Just like 2021 will be remembered for the rise of NFTs, it seems that 2022 will be remembered as the year of DALL-E 2 and the text-to-image generation models. And while this trend gained meteoric momentum, Israel obviously didn't just sit on the sidelines and watch: The Israeli company Lightricks – which created some of the most popular and respected photo and video editing apps on iOS and Android – has just come out with its own version of an AI-based image generator but makes it even more accessible and interesting – including the possibility to enter descriptions in Hebrew.

Simple-to-use prompt

Lightricks has just launched 3 interesting new features: the first is an AI Creation Tool which generates images from text. It's pretty simple and very similar to DALLE-2 or Midjourney: you write what you want in a text box, and the engine behind it creates an image based on models trained on hundreds of millions of images. The nice twist about the Lightricks version is that you can be a little less concerned with the wording of the command itself (which has almost become an art in itself and includes prompt experts who will write picture descriptions for you) and work more freely. In doing so, the application actually allows you to choose the style of the image you want, which saves you the hassle of needing to be overly descriptive.

We tested the new feature ourselves, which is now in beta testing, but of course, like any other new model or tool, you will have quite a bit of trial and error. Sometimes the simple commands we gave produced a great image, and other times they gave completely unrelated images. I found that the very tool that is supposed to make the process easier and allow you to choose the style from several options slightly detracts from the final result and takes it out of context. Just look at this very amusing picture of Darth Vader suntanning on a Tel Aviv beach without a style command, and then the result with the addition of a "Photo" or "Cinema" command. Sometimes it turns out better, and sometimes it just has nothing to do with almost anything I asked for. What's more, the processing is done quickly compared to engines like DALLE-2 or Stable Diffusion, and it's not too much of a problem to click Generate Again to give the system another chance, because it just doesn't take as much time.
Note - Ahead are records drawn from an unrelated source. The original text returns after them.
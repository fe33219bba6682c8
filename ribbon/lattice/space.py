"""A ring in space: the midline a circle, the strip turned evenly about it.

With R = L / 2 pi, theta = x / R and alpha = h theta / 2 a place (x, y) of the endless strip goes to

    r = ((R + y cos alpha) cos theta, (R + y cos alpha) sin theta, y sin alpha),

which is left-handed (linking -h half turns); its mirror image in z is right-handed. Going on by L
comes back to the place of (x, (-1)^h y), with the normal reversed where h is odd. Bonds are
stretched by up to about (outermost row) / R, more for larger h; `ribbon.lattice.relax` lets go.
"""

from __future__ import annotations

from dataclasses import dataclass
from typing import Literal, get_args

import numpy as np

from ribbon.errors import BadInput
from ribbon.lattice.network import Bonds
from ribbon.lattice.normals import normals_from_geometry, orient_normals
from ribbon.lattice.ring import Ring
from ribbon.lattice.strip import FloatArray, IntArray, frozen
from ribbon.lattice.twist import Twisting, twisting

__all__ = [
    "Form",
    "Handedness",
    "Midline",
    "RingInSpace",
    "find_midline",
    "normals_from_geometry",
    "orient_normals",
    "place_in_space",
    "ring_twisting",
]

Handedness = Literal["left", "right"]
Form = Literal["twisted", "annulus", "cylinder"]

REACH = 0.6
"""Sites within so many periods of a station on either side say where the midline passes."""

SLOPE = 1e-3
"""Weight of slopes against places in the fit of a patch to few sites."""


@dataclass(frozen=True, kw_only=True, eq=False)
class RingInSpace:
    """A ring with a place (nm) and a unit normal for every site, both of shape (n, 3).

    ``form`` says what it was laid as: "twisted" (one half twist or more), "annulus" (flat) or
    "cylinder". Bonds are the ring's own; what crosses the seam is as near in space as the rest.
    Normals are carried along x from x = 0, so that they come back reversed for an odd number of
    half twists. Of a plain ring ``handedness`` says nothing.
    """

    ring: Ring
    positions: FloatArray
    normals: FloatArray
    handedness: Handedness
    form: Form

    def __post_init__(self) -> None:
        """Check shapes and numbers; make the arrays read-only."""
        for name in ("positions", "normals"):
            array = getattr(self, name)
            if array.shape != (self.ring.n, 3):
                raise BadInput(
                    f"{name} have the shape {array.shape}; expected ({self.ring.n}, 3), one row "
                    "for each site of the ring"
                )
            if not np.isfinite(array).all():
                raise BadInput(f"{name} hold a value that is not a finite number")
            frozen(array)
        if np.abs(np.linalg.norm(self.normals, axis=1) - 1).max(initial=0.0) > 1e-9:
            raise BadInput("normals must be unit vectors; divide them by their length")
        _check_words(self.ring, self.handedness, self.form)

    @property
    def n(self) -> int:
        """Number of sites."""
        return self.ring.n

    @property
    def bonds(self) -> Bonds:
        """The ring's bonds."""
        return self.ring.bonds

    @property
    def steps(self) -> FloatArray:
        """From tail to head of every bond in space, nm, shape (m, 3)."""
        bonds = self.ring.bonds
        return np.asarray(self.positions[bonds.head] - self.positions[bonds.tail])

    @property
    def flat_lengths(self) -> FloatArray:
        """Length of every bond on the flat strip, nm, shape (m,)."""
        return np.asarray(np.linalg.norm(self.ring.bonds.displacement, axis=1))


@dataclass(frozen=True, kw_only=True, eq=False)
class Midline:
    """The middle of a band in space at stations half a period apart.

    ``along`` (k,) x of the stations on the flat strip, nm; ``centre`` (k, 3) places, nm;
    ``across`` (k, 3) vectors across the band at each (along its normal for a single row).
    """

    along: FloatArray
    centre: FloatArray
    across: FloatArray

    def __post_init__(self) -> None:
        """Make every array read-only."""
        for array in (self.along, self.centre, self.across):
            frozen(array)


def place_in_space(
    ring: Ring, *, handedness: Handedness = "left", form: Form | None = None
) -> RingInSpace:
    """Lay a ring into space: a circle turned evenly, or for no twist an annulus or a cylinder.

    ``form`` is "twisted" for a twisted ring and "annulus" for a plain one where it is not given.
    Raises `BadInput` for a half-width that is not below the radius (but of a cylinder), for a
    ring so short that a bond has no place of its own in space, and for words that do not fit.

    >>> from ribbon.lattice import close_strip, lay_strip
    >>> strip = lay_strip("square", rows=3, length=24)
    >>> space = place_in_space(close_strip(strip, half_twists=1, orbital="pz"))
    >>> space.form, np.round(space.normals[[1, -2]], 2)  # the middle row, either side of the seam
    ('twisted', array([[ 0.  ,  0.  ,  1.  ],
           [-0.13,  0.03, -0.99]]))
    """
    chosen: Form = form or ("twisted" if ring.half_twists else "annulus")
    _check_words(ring, handedness, chosen)
    radius = ring.circumference / (2 * np.pi)
    half = float(np.abs(ring.positions[:, 1]).max())
    if chosen != "cylinder" and half >= radius:
        raise BadInput(
            f"the outermost site stands {half:.6g} nm from the midline, whose circle has the "
            f"radius {radius:.6g} nm; a band that wide would meet itself: take a longer ring"
            + ("" if ring.half_twists else ' or form = "cylinder"')
        )
    _check_places(ring)
    points, normals = _surface(ring, ring.positions, chosen)
    if handedness == "right":
        points[:, 2] *= -1
        normals[:, 2] *= -1
    return RingInSpace(
        ring=ring, positions=points, normals=normals, handedness=handedness, form=chosen
    )


def find_midline(space: RingInSpace) -> Midline:
    """The midline of a ring in space from its sites, whatever its shape.

    At each station a plane patch c + (x - x0) t + y b is fitted to the sites near it; c is on the
    midline and b points across. A station is left out where sites were removed and none stand near
    it, or on one side only.
    """
    ring = space.ring
    count = max(3, round(2 * ring.strip.length))
    along = np.arange(count) * ring.circumference / count
    station, site, offset = _windows(ring, along)
    near = np.bincount(station, minlength=count)
    lean = np.bincount(station, offset[:, 0], minlength=count)
    holds = (near > 0) & (np.abs(lean) <= 0.25 * ring.strip.period * near)
    rank, sees = np.cumsum(holds) - 1, holds[station]
    along, count = along[holds], int(holds.sum())
    station, site, offset = rank[station[sees]], site[sees], offset[sees]
    # places count for more than slopes: what a station with few sites leaves open is a slope,
    # and that is taken as none
    features = np.column_stack([np.ones(site.size), SLOPE / ring.strip.spacing * offset])
    matrix = _summed(station, np.einsum("pi,pj->pij", features, features).reshape(-1, 9), count)
    seen = np.einsum("pi,pj->pij", features, space.positions[site]).reshape(-1, 9)
    right = _summed(station, seen, count).reshape(-1, 3, 3)
    patch = np.linalg.pinv(matrix.reshape(-1, 3, 3), rcond=1e-9, hermitian=True) @ right
    across = patch[:, 2]
    if np.abs(ring.positions[:, 1]).max() < 1e-6 * ring.strip.spacing:
        nearest = np.lexsort((np.abs(offset[:, 0]), station))
        first = np.unique(station[nearest], return_index=True)[1]
        across = space.normals[site[nearest[first]]]
    return Midline(along=along, centre=patch[:, 0].copy(), across=across.copy())


def ring_twisting(space: RingInSpace) -> Twisting:
    """Linking, twist and writhe of a ring in space, in half turns, right-handed positive.

    >>> from ribbon.lattice import close_strip, lay_strip
    >>> strip = lay_strip("square", rows=3, length=24)
    >>> space = place_in_space(close_strip(strip, half_twists=3, orbital="pz"))
    >>> round(ring_twisting(space).linking_half_turns, 6)
    -3.0
    """
    midline = find_midline(space)
    return twisting(midline.centre, midline.across)


def _check_words(ring: Ring, handedness: str, form: str) -> None:
    if handedness not in get_args(Handedness):
        raise BadInput(f'handedness = {handedness!r} must be "left" or "right"')
    fits = ("twisted",) if ring.half_twists else ("annulus", "cylinder")
    if form not in fits:
        raise BadInput(
            f"form = {form!r} does not fit half_twists = {ring.half_twists}; expected "
            + " or ".join(f'"{word}"' for word in fits)
        )


def _check_places(ring: Ring) -> None:
    """Refuse rings so short that two bonds lie on each other or a bond has no length."""
    bonds = ring.bonds
    low, high = np.minimum(bonds.tail, bonds.head), np.maximum(bonds.tail, bonds.head)
    key = np.sort(low * ring.n + high)
    twice = key[1:][np.diff(key) == 0]
    own = low[low == high]
    if own.size or twice.size:
        pair = (own[0], own[0]) if own.size else divmod(int(twice[0]), ring.n)
        raise BadInput(
            f"ribbon.length = {ring.strip.length:g} is so short that "
            f"sites {pair[0]} and {pair[1]} are joined round the ring more than once or a site "
            "to itself; such bonds have no place in space: take a longer ring"
        )


def _surface(ring: Ring, places: FloatArray, form: Form) -> tuple[FloatArray, FloatArray]:
    """Points and unit normals (left-handed) of places (x, y) of the endless strip.

    The normal is dr/dy x dr/dx; it points up on the annulus and to the axis on the cylinder.
    """
    radius = ring.circumference / (2 * np.pi)
    theta, y = places[:, 0] / radius, places[:, 1]
    lean = ring.half_twists * theta / 2
    if form == "cylinder":
        lean = np.full(theta.shape, np.pi / 2)
    outward = np.stack([np.cos(theta), np.sin(theta), np.zeros(theta.shape)], axis=1)
    onward = np.stack([-np.sin(theta), np.cos(theta), np.zeros(theta.shape)], axis=1)
    up = np.array([0.0, 0.0, 1.0])
    cosine, sine = np.cos(lean)[:, None], np.sin(lean)[:, None]
    points = radius * outward + y[:, None] * (cosine * outward + sine * up)
    long = 1 + y[:, None] * cosine / radius
    turn = (y * ring.half_twists / (2 * radius))[:, None]
    normals = long * (cosine * up - sine * outward) - turn * onward
    return points, normals / np.linalg.norm(normals, axis=1)[:, None]


def _windows(ring: Ring, along: FloatArray) -> tuple[IntArray, IntArray, FloatArray]:
    """Sites near each station: station, site, and its place (x - x0, y) seen from there, nm.

    Sites beyond the ends are seen as the seam has them.
    """
    x, y = ring.positions.T
    turns = np.arange(-2, 3)
    images = (x + ring.circumference * turns[:, None]).ravel()
    flip = np.where(ring.flips & (turns % 2 == 1), -1.0, 1.0)
    heights = (y * flip[:, None]).ravel()
    order = np.argsort(images, kind="stable")
    reach = REACH * ring.strip.period
    low = np.searchsorted(images[order], along - reach)
    count = np.searchsorted(images[order], along + reach) - low
    station = np.repeat(np.arange(along.size), count)
    place = np.arange(count.sum()) - np.repeat(np.cumsum(count) - count - low, count)
    image = order[place]
    offset = np.column_stack([images[image] - along[station], heights[image]])
    return station, image % ring.n, offset


def _summed(owner: IntArray, values: FloatArray, n: int) -> FloatArray:
    return np.stack([np.bincount(owner, column, minlength=n) for column in values.T], axis=1)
The left Image doesn't have a filter while the middle and right do. Obviously, the "no filter" (left) image is most accurate to what we were describing

Some other examples:

Mr. Bean as Israel's Prime Minister (Left) and Tim Cook with an Israeli flag

Mister Bean as the Green Giant?

Another feature known in the world of generated images is "Fan Casting". Haven't you always dreamed of seeing Mr. Bean in the role of Hulk or Captain America? Now you can! The new Lightricks tool allows you to enter any celeb you want in whatever movie you want to "cast" them in, the character you want them to replace, and simply generate an image. You can also add a few more textual definitions to make your result more precise and cast Brad Pitt as Frodo from "Lord of the Rings". This is bound to be a hit– letting us plant ourselves on whatever we want, and you've got a recipe for a cool viral feature.

For dessert, the Lightricks’ Photoleap app will also have a Sketch to Image feature, which we have yet to try. The feature will allow you to scribble basic sketches of what you want to create, add text to describe what you have drawn, and the Lightricks engine will build a strictly AI-based image from them. This feature reminds me very much of Meta’s version (developed by Israeli researchers, no less), which also allows you to scribble a general drawing, add a prompt, and get a drawing that is more like what you had in mind. Yaron Inger, founding partner and CTO of the company, tells us that the products were built on the API of StableDiffusion which is based on Latent Diffusion models. Lightricks uses transformers (the components that translate text into tokens of numbers) and then Diffusion Models that take the numbers (these tokens) and know how to produce the image. Inger adds that Lightricks uses its huge number of users to know which prompts work better, and thus refine the results.

Free but with some limitations

The new features are available in the Photoleap (iOS only), Motionleap, and FaceTune (both iOS and Android) apps–which can be downloaded here. Currently, you can try the features for free with a few restrictions. Such limitations include the number of times the feature can be used, and the application will watermark the final image. In general, the company explains to us that these features are now being launched in a kind of open beta, with many more features coming soon on a weekly and bi-weekly basis. So, to the product managers out there, stay strong.